As eleições de 7 de outubro deram uma última oportunidade à sociedade brasileira para, pensando no País, acima de interesses pessoais ou político-partidários (o que é difícil, convenhamos, no atual cenário), escolher um candidato que pudesse comprometer-se com uma agenda de modernização, propondo reformas profundas na economia, na política e na sociedade. Que representasse uma mudança de mentalidade e tivesse uma visão de médio e longo prazos. Que se comprometesse com uma reforma do papel do Estado, a começar pela redução de gastos, diminuição do número de ministérios, pelo fim dos privilégios (mordomias, carros e residências oficiais) das corporações e pelo corte do número de cargos públicos nos três Poderes. Que tivesse de fato tolerância zero com a corrupção em todos os níveis e promovesse medidas para acelerar a aplicação da lei, dentro dos princípios democráticos. Que se comprometesse com a simplificação da vida dos cidadãos e das empresas, executando uma política que eliminasse o peso crescente da burocracia. Um governo que realmente se dedicasse a melhorar os serviços públicos, tão deficientes e precários nos campos da educação, da saúde e do transporte.

A crise agravou a polarização e o sectarismo. A sociedade brasileira, na sua maioria, votou com raiva contra a política, o PT e o establishment. Prevaleceu a vontade de soluções radicais para coibir a violência e a corrupção. Ganharam os extremos populistas e desapareceu o centro moderado.

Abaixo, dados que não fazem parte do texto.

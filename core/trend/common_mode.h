// SPDX-License-Identifier: GPL-3.0-or-later
#pragma once

#include <cstddef>
#include <optional>
#include <span>
#include <vector>

/// What all cylinders of an engine share at one reading: load, air, fuel, the clock of the timing chain.
/// A cylinder is compared with what the others do, so that a change of the whole engine is no news about it.
namespace evenstroke::drift {

using Row = std::span<const std::optional<double>>; ///< one value a cylinder, shape (N)
using MaybeValues = std::vector<std::optional<double>>;

/// Values of at least so many other cylinders are needed to say what is common.
inline constexpr std::size_t others_needed = 3;

/// For each cylinder the median over the others that have a value; nothing where fewer than three do.
/// A cylinder without a value of its own gets one too.
MaybeValues median_of_others(Row row);

/// Mean over the others, each without its own lasting offset and pulled in to two noise sigmas around
/// their median: nearly the mean's small noise with the median's resistance to one odd value.
/// @param own_offset usual difference from the others, shape (N)
/// @param noise      one sigma of a value against the others
MaybeValues common_mode(Row row, std::span<const double> own_offset, double noise);

/// A place's usual difference from the others, learned from the last readings of its segment.
struct OwnOffset
{
    double amount = 0.0;   ///< 0 until two values are there
    std::size_t count = 0; ///< values it rests on
};
/// @param from_others (at least `reading` x N) differences from the median of the others
/// @param first       first reading of the segment
OwnOffset own_offset(std::span<const std::optional<double>> from_others, std::size_t cylinders,
                     std::size_t cylinder, std::size_t first, std::size_t reading);

} // namespace evenstroke::drift
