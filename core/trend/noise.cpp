// SPDX-License-Identifier: GPL-3.0-or-later
#include "core/trend/noise.h"

#include "core/trend/robust.h"

#include <iterator>

namespace evenstroke::drift {

void NoiseEstimate::Differences::sort()
{
    const auto middle = values.begin() + static_cast<std::ptrdiff_t>(sorted);
    std::sort(middle, values.end());
    std::inplace_merge(values.begin(), middle, values.end());
    sorted = values.size();
}

void NoiseEstimate::add_difference(double difference, bool steady)
{
    (steady ? steady_ : unsteady_).values.push_back(std::abs(difference));
}

void NoiseEstimate::renew()
{
    steady_.sort();
    std::vector<double> together;
    const bool all = unsteady_.values.size() * 2 > steady_.values.size();
    if (all) {
        unsteady_.sort();
        std::merge(steady_.values.begin(), steady_.values.end(), unsteady_.values.begin(),
                   unsteady_.values.end(), std::back_inserter(together));
    }
    const std::vector<double>& differences = all ? together : steady_.values;
    if (differences.empty())
        return;
    const double count = static_cast<double>(differences.size());
    const double sigma = median_to_sigma * median_of_sorted(differences);
    value_ = std::sqrt((weight_ * prior_ * prior_ + count * sigma * sigma / 2.0) / (weight_ + count));
}

double noise_against_others(double noise, std::size_t cylinders)
{
    const double others = cylinders > 4 ? static_cast<double>(cylinders - 1) : 3.0;
    return noise * std::sqrt(1.0 + 1.1 / others);
}

} // namespace evenstroke::drift
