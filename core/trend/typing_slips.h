// SPDX-License-Identifier: GPL-3.0-or-later
#pragma once

#include "core/trend/drift.h"

#include <functional>
#include <optional>
#include <string>
#include <string_view>
#include <vector>

/// The ways in which a hand slips on a keypad, undone one at a time.
namespace evenstroke::drift {

struct SlipTrial
{
    Verdict verdict = Verdict::implausible; ///< decimal_slip or digits_swapped
    std::string text;                       ///< what may have been meant
    double number = 0.0;                    ///< the same in the typed unit
};

/// Every number that one slip would have turned into `text`: the point one or two places off, or two
/// neighbouring digits exchanged ("08.4" for a lost leading nought included). Empty for text that is no
/// plain number.
std::vector<SlipTrial> undo_slips(std::string_view text);

/// The trial with the smallest distance, and that distance.
struct BestTrial
{
    SlipTrial trial;
    double distance = 0.0;
};
/// @param distance of a number (in the typed unit) from the usual, in standard deviations, >= 0
std::optional<BestTrial> best_trial(std::string_view text, const std::function<double(double)>& distance);

/// Digits after the point that carry something: "80.40" has 1, "80.0" has 0.
int significant_decimals(std::string_view text);

/// Shortest decimal text of a number, for values that came without the text they were typed as.
std::string plain_text(double number);

} // namespace evenstroke::drift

Qualquer decisão dos eleitores, no segundo turno, terá um impacto profundo na vida política, econômica e social do País, com efeitos sobre a próxima geração. A dar crédito aos programas de governo apresentados e às declarações em entrevistas e nos debates pelo rádio e pela televisão, a sociedade brasileira vai decidir entre um modelo com o Estado forte, com a revogação das reformas conseguidas nos últimos dois anos, com uma economia fechada, ou vai optar, pela primeira vez, por uma direita que tentará aprovar uma agenda ultraliberal, com a redução do papel do Estado e a abertura da economia, e medidas conservadoras na área dos valores e costumes, que poderão acentuar a tensão com as minorias. 

Nos dois casos, o País poderá ser conduzido para a radicalização e o autoritarismo, com um possível choque com o Congresso e o Judiciário. Por isso foram positivas as recentes declarações de Jair Bolsonaro e de Fernando Haddad no sentido do fortalecimento da democracia, da crítica à violência baseada em raça, crença ou sexo, pela liberdade de imprensa e com o chamamento para o fim da polarização interna.

O futuro presidente da República não terá alternativa senão seguir a trilha da moderação, na tentativa de evitar o agravamento do “nós contra eles”. O candidato que perder terá de reconhecer, dentro das regras democráticas, o resultado das urnas e ajudar a pôr fim à campanha de descrédito contra o Brasil no exterior.

Se esse caminho não for seguido, começaremos escrever a crônica de mais uma crise política e econômica anunciada.